:: Work task ::
The required output is every record, reproduced exactly.

:: Given information ::
== Segment start ==

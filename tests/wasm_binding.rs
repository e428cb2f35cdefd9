//! The engine called through the JavaScript binding (`src/wasm.rs`), in a real
//! JavaScript engine.  `./build.sh test` runs this file twice: in Node and in
//! headless Chromium (`WASM_BINDGEN_USE_BROWSER=1`).
//!
//! Expected values are closed forms from outside the project:
//! N. Mohan, T. M. Undeland, W. P. Robbins, *Power Electronics: Converters,
//! Applications and Design*, 3rd ed., Wiley 2003, ch. 5, three-phase full
//! bridge: ideal no-load DC voltage `Vdo = (3 sqrt2 / pi) V_LL = 1.3505 V_LL`;
//! ideal line current THD with a ripple-free DC current `sqrt(pi^2/9 - 1) = 31.08 %`;
//! six-pulse harmonics only at `h = 6k +- 1`, with `I_h = I_1 / h`.
#![cfg(target_arch = "wasm32")]

use js_sys::{Array, Reflect};
use rectifield::wasm::{analyze_json, default_scenario, sweep_point, version, SweepRun};
use std::f64::consts::{PI, SQRT_2};
use wasm_bindgen::{JsCast, JsValue};
use wasm_bindgen_test::*;

fn get(obj: &JsValue, path: &str) -> JsValue {
    let mut cur = obj.clone();
    for key in path.split('.') {
        cur = Reflect::get(&cur, &JsValue::from_str(key))
            .unwrap_or_else(|_| panic!("cannot read {path} at {key}"));
        assert!(!cur.is_undefined(), "{path}: missing at {key}");
    }
    cur
}

fn num(obj: &JsValue, path: &str) -> f64 {
    get(obj, path)
        .as_f64()
        .unwrap_or_else(|| panic!("{path} is not a number"))
}

fn close(got: f64, want: f64, rel: f64) -> bool {
    (got - want).abs() <= rel * want.abs()
}

#[wasm_bindgen_test]
fn version_is_the_crate_version() {
    assert_eq!(version(), env!("CARGO_PKG_VERSION"));
}

#[wasm_bindgen_test]
fn empty_scenario_gives_textbook_vdo_for_400_v() {
    let a = analyze_json("{}").expect("{} is a valid scenario");
    let vdo = num(&a, "textbook.vdo_v");
    let want = 3.0 * SQRT_2 / PI * 400.0; // 540.19 V
    assert!(close(vdo, want, 1e-9), "vdo_v = {vdo}, want {want}");
    assert!(close(want / 400.0, 1.3505, 1e-4));
}

#[wasm_bindgen_test]
fn vdo_scales_with_the_line_voltage_passed_as_json() {
    let a = analyze_json(r#"{"supply": {"v_ll_rms_v": 480, "f_hz": 60}}"#).expect("valid");
    let vdo = num(&a, "textbook.vdo_v");
    assert!(close(vdo, 3.0 * SQRT_2 / PI * 480.0, 1e-9), "vdo_v = {vdo}");
    assert!(close(
        num(&a, "derived.omega_rad_s"),
        2.0 * PI * 60.0,
        1e-12
    ));
}

#[wasm_bindgen_test]
fn six_pulse_harmonics_follow_the_one_over_h_rule() {
    let a = analyze_json("{}").expect("valid");
    let thd = num(&a, "textbook.thd_pct");
    let want_thd = 100.0 * (PI * PI / 9.0 - 1.0).sqrt();
    assert!(
        close(thd, want_thd, 1e-6),
        "thd_pct = {thd}, want {want_thd}"
    );
    let list: Array = get(&a, "textbook.harmonics").dyn_into().expect("array");
    assert!(list.length() >= 2, "harmonic table is empty");
    for item in list.iter() {
        let h = num(&item, "order");
        let r = h % 6.0;
        assert!(r == 1.0 || r == 5.0, "order {h} is not 6k +- 1");
        let pct = num(&item, "pct_of_fundamental");
        assert!(close(pct, 100.0 / h, 1e-6), "h{h}: {pct} %");
    }
}

#[wasm_bindgen_test]
fn default_scenario_round_trips_through_json() {
    let s = default_scenario().expect("default scenario");
    let text: String = js_sys::JSON::stringify(&s).expect("stringify").into();
    let a = analyze_json(&text).expect("the default scenario is valid");
    let b = analyze_json("{}").expect("valid");
    assert_eq!(num(&a, "textbook.vd_v"), num(&b, "textbook.vd_v"));
}

#[wasm_bindgen_test]
fn bad_input_throws_a_message_naming_the_field() {
    let err = analyze_json(r#"{"supply": {"v_ll_rms_v": "four hundred"}}"#)
        .expect_err("a string voltage must be refused");
    let msg = err.as_string().expect("the error is a string");
    assert!(msg.starts_with("supply.v_ll_rms_v"), "message: {msg}");

    let err = analyze_json(r#"{"bridge": {"kind": "nine_pulse"}}"#).expect_err("unknown kind");
    let msg = err.as_string().expect("string");
    assert!(msg.contains("bridge.kind"), "message: {msg}");

    let err = analyze_json(r#"{"supply": {"v_ll_rms_v": -5}}"#).expect_err("negative voltage");
    let msg = err.as_string().expect("string");
    assert!(msg.starts_with("supply.v_ll_rms_v"), "message: {msg}");

    let err = analyze_json("not json").expect_err("not JSON");
    assert!(err.as_string().unwrap_or_default().contains("JSON"));
}

#[wasm_bindgen_test]
fn a_sweep_run_gives_the_figures_of_independent_points() {
    // The default scenario's supply voltage varied: a run (each point from
    // the previous solved one) against the same points solved on their own.
    // Both are the same periodic solution; 1e-6 is far above the Newton
    // tolerance (see tests/sweep_warm.rs).  Expected DC mean: near the ideal
    // Vdo = 1.3505 V_LL (Mohan, Undeland and Robbins, 3rd ed., ch. 5) less the
    // load's drops, so between 1.2 and 1.45 V_LL.
    let mut run = SweepRun::new("{}", "supply.v_ll_rms_v").expect("a numeric field");
    for v in [380.0, 400.0, 420.0] {
        let a = run.point(v).expect("point");
        let b = sweep_point("{}", "supply.v_ll_rms_v", v).expect("point");
        let (va, vb) = (num(&a, "summary.v_dc_avg_v"), num(&b, "summary.v_dc_avg_v"));
        assert!(close(va, vb, 1e-6), "{v} V: run {va}, independent {vb}");
        let (ia, ib) = (
            num(&a, "summary.i_line_rms_a"),
            num(&b, "summary.i_line_rms_a"),
        );
        assert!(close(ia, ib, 1e-6), "{v} V: run {ia}, independent {ib}");
        assert!(va > 1.2 * v && va < 1.45 * v, "{v} V gives {va} V DC");
    }
    let err = SweepRun::new("{}", "supply.no_such_field")
        .err()
        .expect("an unknown field is refused");
    assert!(err
        .as_string()
        .unwrap_or_default()
        .contains("no_such_field"));
}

== Segment end ==

:: Written solution ::
filename tests/wasm_binding.rs
repository e428cb2f35cdefd9
//! The engine called through the JavaScript binding (`src/wasm.rs`), in a real
//! JavaScript engine.  `./build.sh test` runs this file twice: in Node and in
//! headless Chromium (`WASM_BINDGEN_USE_BROWSER=1`).
//!
//! Expected values are closed forms from outside the project:
//! N. Mohan, T. M. Undeland, W. P. Robbins, *Power Electronics: Converters,
//! Applications and Design*, 3rd ed., Wiley 2003, ch. 5, three-phase full
//! bridge: ideal no-load DC voltage `Vdo = (3 sqrt2 / pi) V_LL = 1.3505 V_LL`;
//! ideal line current THD with a ripple-free DC current `sqrt(pi^2/9 - 1) = 31.08 %`;
//! six-pulse harmonics only at `h = 6k +- 1`, with `I_h = I_1 / h`.
#![cfg(target_arch = "wasm32")]

use js_sys::{Array, Reflect};
use rectifield::wasm::{analyze_json, default_scenario, sweep_point, version, SweepRun};
use std::f64::consts::{PI, SQRT_2};
use wasm_bindgen::{JsCast, JsValue};
use wasm_bindgen_test::*;

fn get(obj: &JsValue, path: &str) -> JsValue {
    let mut cur = obj.clone();
    for key in path.split('.') {
        cur = Reflect::get(&cur, &JsValue::from_str(key))
            .unwrap_or_else(|_| panic!("cannot read {path} at {key}"));
        assert!(!cur.is_undefined(), "{path}: missing at {key}");
    }
    cur
}

fn num(obj: &JsValue, path: &str) -> f64 {
    get(obj, path)
        .as_f64()
        .unwrap_or_else(|| panic!("{path} is not a number"))
}

fn close(got: f64, want: f64, rel: f64) -> bool {
    (got - want).abs() <= rel * want.abs()
}

#[wasm_bindgen_test]
fn version_is_the_crate_version() {
    assert_eq!(version(), env!("CARGO_PKG_VERSION"));
}

#[wasm_bindgen_test]
fn empty_scenario_gives_textbook_vdo_for_400_v() {
    let a = analyze_json("{}").expect("{} is a valid scenario");
    let vdo = num(&a, "textbook.vdo_v");
    let want = 3.0 * SQRT_2 / PI * 400.0; // 540.19 V
    assert!(close(vdo, want, 1e-9), "vdo_v = {vdo}, want {want}");
    assert!(close(want / 400.0, 1.3505, 1e-4));
}

#[wasm_bindgen_test]
fn vdo_scales_with_the_line_voltage_passed_as_json() {
    let a = analyze_json(r#"{"supply": {"v_ll_rms_v": 480, "f_hz": 60}}"#).expect("valid");
    let vdo = num(&a, "textbook.vdo_v");
    assert!(close(vdo, 3.0 * SQRT_2 / PI * 480.0, 1e-9), "vdo_v = {vdo}");
    assert!(close(
        num(&a, "derived.omega_rad_s"),
        2.0 * PI * 60.0,
        1e-12
    ));
}

#[wasm_bindgen_test]
fn six_pulse_harmonics_follow_the_one_over_h_rule() {
    let a = analyze_json("{}").expect("valid");
    let thd = num(&a, "textbook.thd_pct");
    let want_thd = 100.0 * (PI * PI / 9.0 - 1.0).sqrt();
    assert!(
        close(thd, want_thd, 1e-6),
        "thd_pct = {thd}, want {want_thd}"
    );
    let list: Array = get(&a, "textbook.harmonics").dyn_into().expect("array");
    assert!(list.length() >= 2, "harmonic table is empty");
    for item in list.iter() {
        let h = num(&item, "order");
        let r = h % 6.0;
        assert!(r == 1.0 || r == 5.0, "order {h} is not 6k +- 1");
        let pct = num(&item, "pct_of_fundamental");
        assert!(close(pct, 100.0 / h, 1e-6), "h{h}: {pct} %");
    }
}

#[wasm_bindgen_test]
fn default_scenario_round_trips_through_json() {
    let s = default_scenario().expect("default scenario");
    let text: String = js_sys::JSON::stringify(&s).expect("stringify").into();
    let a = analyze_json(&text).expect("the default scenario is valid");
    let b = analyze_json("{}").expect("valid");
    assert_eq!(num(&a, "textbook.vd_v"), num(&b, "textbook.vd_v"));
}

#[wasm_bindgen_test]
fn bad_input_throws_a_message_naming_the_field() {
    let err = analyze_json(r#"{"supply": {"v_ll_rms_v": "four hundred"}}"#)
        .expect_err("a string voltage must be refused");
    let msg = err.as_string().expect("the error is a string");
    assert!(msg.starts_with("supply.v_ll_rms_v"), "message: {msg}");

    let err = analyze_json(r#"{"bridge": {"kind": "nine_pulse"}}"#).expect_err("unknown kind");
    let msg = err.as_string().expect("string");
    assert!(msg.contains("bridge.kind"), "message: {msg}");

    let err = analyze_json(r#"{"supply": {"v_ll_rms_v": -5}}"#).expect_err("negative voltage");
    let msg = err.as_string().expect("string");
    assert!(msg.starts_with("supply.v_ll_rms_v"), "message: {msg}");

    let err = analyze_json("not json").expect_err("not JSON");
    assert!(err.as_string().unwrap_or_default().contains("JSON"));
}

#[wasm_bindgen_test]
fn a_sweep_run_gives_the_figures_of_independent_points() {
    // The default scenario's supply voltage varied: a run (each point from
    // the previous solved one) against the same points solved on their own.
    // Both are the same periodic solution; 1e-6 is far above the Newton
    // tolerance (see tests/sweep_warm.rs).  Expected DC mean: near the ideal
    // Vdo = 1.3505 V_LL (Mohan, Undeland and Robbins, 3rd ed., ch. 5) less the
    // load's drops, so between 1.2 and 1.45 V_LL.
    let mut run = SweepRun::new("{}", "supply.v_ll_rms_v").expect("a numeric field");
    for v in [380.0, 400.0, 420.0] {
        let a = run.point(v).expect("point");
        let b = sweep_point("{}", "supply.v_ll_rms_v", v).expect("point");
        let (va, vb) = (num(&a, "summary.v_dc_avg_v"), num(&b, "summary.v_dc_avg_v"));
        assert!(close(va, vb, 1e-6), "{v} V: run {va}, independent {vb}");
        let (ia, ib) = (
            num(&a, "summary.i_line_rms_a"),
            num(&b, "summary.i_line_rms_a"),
        );
        assert!(close(ia, ib, 1e-6), "{v} V: run {ia}, independent {ib}");
        assert!(va > 1.2 * v && va < 1.45 * v, "{v} V gives {va} V DC");
    }
    let err = SweepRun::new("{}", "supply.no_such_field")
        .err()
        .expect("an unknown field is refused");
    assert!(err
        .as_string()
        .unwrap_or_default()
        .contains("no_such_field"));
}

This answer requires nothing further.